Ich empfehle dir ein Samsung SyncMaster BX 2350 (LED), diesen habe ich ebenfalls durch eine Empfehlung in diesem Forum gekauft und bin absolut zufrieden. Bei einem Preis von 200 € zu diesem Zeitpunkt (Kaufdatum) war das ein 1+ Preis/Leistungsverhältniss!

http://www.amazon.de/Samsung-SyncMa...L4EU/ref=sr_1_1?ie=UTF8&qid=1321963777&sr=8-1

Hohes dynamisches Kontrastverhältnis von 5.000.000:1 und eine schnelle  Reaktionszeit von 2 ms.

Gruß. HardstylePhoenix 

p.S. kostet momentan auch um einiges weniger als ich bezahlt habe!


----------



## jeamal (22. November 2011)

*AW: Kaufberatung für LED-Monitor (Gaming)*

Entscheidend für die Bildqualität ist der statische Kontrast, welcher 1000:1 bei dem BX 2350 beträgt. Diesen Kontrast erreichen sogut wie alle aktuellen Monitore in dieser Preisklasse. Genauso ist das mit der Reaktionszeit, die 2ms erreicht der Monitor als Spitzenwert. Durschnittlich kommen alle genannten auf ca. 6ms, was ein sehr guter Wert ist. Die hohen angegebenenen Werte der Hersteller sind zum Teil nur Kundenfang.

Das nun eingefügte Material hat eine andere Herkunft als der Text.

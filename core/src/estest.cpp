#include "tailwise/estest.h"

#include "tailwise/cornishfisher.h"
#include "tailwise/simulate.h"
#include "tailwise/studentt.h"

#include <boost/math/distributions/normal.hpp>
#include <boost/math/distributions/students_t.hpp>

#include <cassert>
#include <cmath>
#include <random>

namespace tailwise {

double acerbiSzekelyZ2(std::span<const EsTestDay> days, double confidence)
{
    assert(!days.empty());
    const double alpha = 1.0 - confidence;
    double sum = 0.0;
    for (const auto &d : days)
        if (d.loss > d.var)
            sum += d.loss / d.es;
    return 1.0 - sum / (static_cast<double>(days.size()) * alpha);
}

Result<EsTestResult> esTest(std::span<const EsTestDay> days, std::span<const LossDistribution> models,
                            double confidence, int simulations, std::uint64_t seed)
{
    if (days.empty() || days.size() != models.size())
        return fieldError(ErrorKind::Assumption, "es-test", "the ES test needs one model distribution for each tested day");
    if (simulations < 100)
        return fieldError(ErrorKind::Assumption, "es-test",
                          "expected at least 100 simulations for the ES test's p-value, found " + std::to_string(simulations));
    for (std::size_t t = 0; t < days.size(); ++t)
        if (!(days[t].es > 0.0) || !std::isfinite(days[t].es))
            return fieldError(ErrorKind::Assumption, "es-test",
                              "the ES forecast of tested day " + std::to_string(t + 1)
                                  + " is not positive: the Acerbi-Szekely statistic divides by it");
    EsTestResult out;
    out.z2 = acerbiSzekelyZ2(days, confidence);
    out.simulations = simulations;
    out.seed = seed;
    const double alpha = 1.0 - confidence;
    const double scale = 1.0 / (static_cast<double>(days.size()) * alpha);
    const boost::math::normal standard;
    // t distributions are built once per distinct ν (a day's fit repeats across days).
    double lastNu = -1.0;
    std::optional<boost::math::students_t> t;
    int atOrBelow = 0;
    for (int m = 0; m < simulations; ++m) {
        std::mt19937_64 engine(blockSeed(seed, static_cast<std::uint64_t>(m)));
        double sum = 0.0;
        for (std::size_t d = 0; d < days.size(); ++d) {
            const LossDistribution &model = models[d];
            double u = 0.0;
            do
                u = static_cast<double>(engine() >> 11) * 0x1.0p-53;
            while (u <= 0.0);
            double loss = 0.0;
            switch (model.kind) {
            case LossDistribution::Kind::Empirical: {
                const std::size_t n = model.losses.size();
                const auto k = std::min(n - 1, static_cast<std::size_t>(u * static_cast<double>(n)));
                loss = model.losses[k];
                break;
            }
            case LossDistribution::Kind::Normal:
                if (u <= confidence)
                    continue;
                loss = -model.mean + model.sd * boost::math::quantile(standard, u);
                break;
            case LossDistribution::Kind::StudentT:
                if (u <= confidence)
                    continue;
                if (model.dof != lastNu) {
                    t.emplace(model.dof);
                    lastNu = model.dof;
                }
                loss = -model.mean + model.sd * studentTScale(model.dof) * boost::math::quantile(*t, u);
                break;
            case LossDistribution::Kind::CornishFisher:
                if (u <= confidence)
                    continue;
                loss = -model.mean - model.sd * cornishFisherZ(boost::math::quantile(standard, 1.0 - u), model.shape);
                break;
            }
            if (loss > days[d].var)
                sum += loss / days[d].es;
        }
        if (1.0 - sum * scale <= out.z2)
            ++atOrBelow;
    }
    out.pValue = static_cast<double>(atOrBelow) / static_cast<double>(simulations);
    out.rejected = out.pValue < 0.05;
    out.verdict = out.rejected ? "rejected at the 5% test size: the losses beyond VaR were larger than the ES forecasts said"
                               : "not rejected at the 5% test size: the losses beyond VaR are consistent with the ES forecasts";
    return out;
}

} // namespace tailwise
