#include "reportpdf.h"

#include "document/savefile.h"

#include <QBuffer>
#include <QCoreApplication>
#include <QDir>
#include <QFontMetricsF>
#include <QPageSize>
#include <QPainter>
#include <QPdfWriter>

#include <algorithm>
#include <cmath>

namespace tailwise::ui::report {

namespace {

constexpr int kDpi = 300;
constexpr double kMarginSideMm = 20.0;
constexpr double kMarginTopMm = 24.0;    // the header sits inside it
constexpr double kMarginBottomMm = 22.0; // the footer sits inside it
constexpr int kRowsWithHeader = 2;       // a table's header never goes without this many rows
constexpr double kFigureShrinkTo = 0.8;  // a figure may be drawn down to this share of its size

template <class... Ts>
struct Overloaded : Ts... {
    using Ts::operator()...;
};
template <class... Ts>
Overloaded(Ts...) -> Overloaded<Ts...>;

QFont baseFont(double points, bool bold = false)
{
    // A sans family found on common Linux, Windows and macOS set-ups; the style hint covers the rest.
    QFont font;
    font.setFamilies({QStringLiteral("DejaVu Sans"), QStringLiteral("Liberation Sans"), QStringLiteral("Arial"),
                      QStringLiteral("Helvetica")});
    font.setStyleHint(QFont::SansSerif);
    // No ligatures: text copied out of the report (or read by pdftotext) keeps plain letters.
    font.setStyleStrategy(QFont::PreferNoShaping);
    font.setPointSizeF(points);
    font.setBold(bold);
    return font;
}

QFont fontFor(TextStyle style)
{
    switch (style) {
    case TextStyle::Title: return baseFont(18.0, true);
    case TextStyle::Heading: return baseFont(13.5, true);
    case TextStyle::Subheading: return baseFont(10.5, true);
    case TextStyle::Body: return baseFont(9.5);
    case TextStyle::Note: return baseFont(8.0);
    }
    return baseFont(9.5);
}

const QColor kInk(0x1d, 0x24, 0x2b);
const QColor kGrey(0x5a, 0x63, 0x6c);
const QColor kRule(0xb8, 0xbf, 0xc6);
const QColor kBand(0xef, 0xf2, 0xf4);

// One placed piece of a block on a page: all of it, or rows [rowBegin, rowEnd) of a table.
struct Piece {
    std::size_t block = 0;
    double y = 0.0;      // top, device units
    double height = 0.0; // including the space after it
    int rowBegin = 0;
    int rowEnd = 0;
    bool continued = false; // a table's later part: its header is repeated, marked "continued"
};

class Layout {
public:
    Layout(const Document &document, QPaintDevice &device) : m_doc(document), m_device(device)
    {
        const double mm = kDpi / 25.4;
        m_page = QRectF(0, 0, device.width(), device.height());
        m_body = m_page.adjusted(kMarginSideMm * mm, kMarginTopMm * mm, -kMarginSideMm * mm, -kMarginBottomMm * mm);
        m_mm = mm;
    }

    void flow();
    void paint(QPainter &painter, QPdfWriter &writer) const;
    int pageCount() const { return static_cast<int>(m_pages.size()); }

private:
    double pt(double points) const { return points * kDpi / 72.0; }
    // Word wrap; a word wider than the line (a long asset code in a narrow column) is broken
    // anywhere rather than running into the next column.
    int wrapFlags(const QFont &font, const QString &text, double width) const
    {
        const QFontMetricsF metrics(font, &m_device);
        for (const QString &word : text.split(QLatin1Char(' '), Qt::SkipEmptyParts))
            if (metrics.horizontalAdvance(word) > width)
                return Qt::TextWrapAnywhere;
        return Qt::TextWordWrap;
    }
    double textHeight(const QFont &font, const QString &text, double width) const
    {
        const QFontMetricsF metrics(font, &m_device);
        return metrics.boundingRect(QRectF(0, 0, width, 1e7), wrapFlags(font, text, width), text).height();
    }
    double spaceBefore(const Block &block) const;
    double spaceAfter(const Block &block) const;
    double height(const Block &block) const; // whole block, without the spaces around it
    // What must fit below a heading so that it is not left alone: the start of the next block.
    double leadHeight(std::size_t index) const;

    // A paragraph right before a table or a subheading introduces it: what of that must come
    // with the paragraph.
    double introducedLead(std::size_t paragraph) const
    {
        const std::size_t next = paragraph + 1;
        if (next >= m_doc.blocks.size())
            return 0.0;
        const Block &block = m_doc.blocks[next];
        const auto *text = std::get_if<Text>(&block);
        return std::holds_alternative<Table>(block) || (text && text->style == TextStyle::Subheading) ? leadHeight(next)
                                                                                                     : 0.0;
    }

    // Tables
    std::vector<double> columnWidths(const Table &table) const;
    double rowHeight(const Table &table, const QStringList &row, bool bold) const;
    double headerHeight(const Table &table) const;
    double cellPad() const { return pt(2.6); }

    double tableHeight(const Table &table) const
    {
        double h = headerHeight(table);
        for (const QStringList &row : table.rows)
            h += rowHeight(table, row, false);
        return h;
    }
    // A short table (up to a third of a page) is kept whole: split, it would be hard to read.
    bool keepWhole(const Table &table) const { return tableHeight(table) <= m_body.height() / 3.0; }

    void newPage()
    {
        m_pages.emplace_back();
        m_y = m_body.top();
    }
    double room() const { return m_body.bottom() - m_y; }
    bool atTop() const { return m_y <= m_body.top() + 0.5; }

    void paintHeaderFooter(QPainter &painter, int pageIndex) const;
    void paintPiece(QPainter &painter, const Piece &piece) const;
    void paintTable(QPainter &painter, const Table &table, const Piece &piece) const;
    void paintKeyFigures(QPainter &painter, const KeyFigures &figures, double y) const;

    const Document &m_doc;
    QPaintDevice &m_device;
    QRectF m_page;
    QRectF m_body;
    double m_mm = 1.0;
    double m_y = 0.0;
    std::vector<std::vector<Piece>> m_pages;
};

double Layout::spaceBefore(const Block &block) const
{
    if (const auto *t = std::get_if<Text>(&block)) {
        switch (t->style) {
        case TextStyle::Heading: return pt(14);
        case TextStyle::Subheading: return pt(8);
        default: return 0.0;
        }
    }
    return 0.0;
}

double Layout::spaceAfter(const Block &block) const
{
    if (const auto *t = std::get_if<Text>(&block)) {
        switch (t->style) {
        case TextStyle::Title: return pt(4);
        case TextStyle::Heading: return pt(5);
        case TextStyle::Subheading: return pt(3);
        case TextStyle::Body: return pt(5);
        case TextStyle::Note: return pt(4);
        }
    }
    if (std::holds_alternative<Figure>(block))
        return pt(4);
    return pt(8);
}

std::vector<double> Layout::columnWidths(const Table &table) const
{
    double total = 0.0;
    for (const Column &c : table.columns)
        total += c.weight;
    std::vector<double> widths;
    for (const Column &c : table.columns)
        widths.push_back(m_body.width() * c.weight / (total > 0 ? total : 1.0));
    return widths;
}

double Layout::rowHeight(const Table &table, const QStringList &row, bool bold) const
{
    const QFont font = baseFont(8.5, bold);
    const auto widths = columnWidths(table);
    double tallest = QFontMetricsF(font, &m_device).height();
    for (int i = 0; i < row.size() && i < static_cast<int>(widths.size()); ++i)
        tallest = std::max(tallest, textHeight(font, row[i], widths[static_cast<std::size_t>(i)] - 2 * cellPad()));
    return tallest + 2 * cellPad();
}

double Layout::headerHeight(const Table &table) const
{
    if (!table.header)
        return 0.0;
    QStringList titles;
    for (const Column &c : table.columns)
        titles << c.title;
    return rowHeight(table, titles, true);
}
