void ResultsStore::request(Part part)
{
    const PartStatus &s = status(part);
    if (s.state == PartState::Running)
        return;
    if ((s.state == PartState::Ready || s.state == PartState::Failed) && s.generation == inputGeneration(part))
        return;
    if (m_timers[index(part)].isActive())
        return; // about to start
    start(part, false);
}

void ResultsStore::computeNow(Part part)
{
    start(part, true);
}

void ResultsStore::cancel(Part part)
{
    const std::size_t i = index(part);
    m_timers[i].stop();
    if (m_status[i].state != PartState::Running)
        return;
    m_runner.stop(static_cast<int>(part));
    if (part == Part::Grid)
        m_gridAwaitsHeadline = false;
    if (part == Part::Backtest) {
        m_backtest = m_backtestComplete; // the previous complete run, never a part of this one
        emit backtestChanged();
    }
    if (part == Part::Headline)
        m_watched[i] = false; // until an input changes: the user stopped it
    setStatus(part, PartState::OutOfDate);
    if (part == Part::Headline) {
        emit headlineRunning(false);
        emit headlineChanged(); // the figures held are now marked out of date
    }
    if (part == Part::Grid)
        emit gridChanged();
}

void ResultsStore::setStatus(Part part, PartState state, const QString &message)
{
    PartStatus &s = m_status[index(part)];
    s.state = state;
    s.message = message;
    if (state != PartState::Running)
        s.progress = state == PartState::Ready ? 1.0 : 0.0;
    else
        s.progress = 0.0;
    emit statusChanged(part);
}

void ResultsStore::emitChanged(Part part)
{
    switch (part) {
    case Part::Headline: emit headlineChanged(); break;
    case Part::Overlays: emit overlaysChanged(); break;
    case Part::Comparison: emit comparisonChanged(); break;
    case Part::Backtest: emit backtestChanged(); break;
    case Part::Stress: emit stressChanged(); break;
    case Part::WhatIf: emit whatIfChanged(); break;
    case Part::Grid: emit gridChanged(); break;
    }
}

void ResultsStore::start(Part part, bool inlineAlways)
{
    m_timers[index(part)].stop();
    switch (part) {
    case Part::Headline: startHeadline(inlineAlways); break;
    case Part::Overlays: startOverlays(inlineAlways); break;
    case Part::Comparison: startComparison(inlineAlways); break;
    case Part::Backtest: startBacktest(inlineAlways); break;
    case Part::Stress: startStress(inlineAlways); break;
    case Part::WhatIf: startWhatIf(inlineAlways); break;
    case Part::Grid: startGrid(inlineAlways); break;
    }
}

Meiner Meinung nach brauchst du als normaler Gamer keine 120Hz. Bei aktuellen Spielen mit guter Hardware erreichst du sowieso keine 120Fps, wenn nur selten und mit verschlechterung der Grafikqualität. Es sei denn du bist Hardcore CS Zocker, dann lohnt sichs aufjedenfall

Empfehlen kann ich dir Dell. <<Painkiller>> hat dir die zurzeit beliebtesten Modelle bereits vorgeschlagen:



> Dell UltraSharp U2312HM schwarz, 23" | Geizhals.at Deutschland
> Test: PRAD | Test Monitor Dell U2312HM
> 
> Dell UltraSharp U2412M schwarz, 24" | Geizhals.at Deutschland
> Test: PRAD | Test Monitor Dell U2412M


Ich selber habe von dem U2312HM den Vorgänger (U2311H) Klasse teil.Bin bestens zufrieden damit. Die neuen Modell haben jetz LED backlight dazubekommen. 
Sehr viele schwören auf IPS Panel... ich bin einer davon
Machst du nix verkehrt mit den Dingern. Müsstest nur entscheiden ob 16:10 oder 16:9... Dell hat Jahre Garantie, einschließlich auf Pixelfehler. Der Service soll auch sehr gut sein.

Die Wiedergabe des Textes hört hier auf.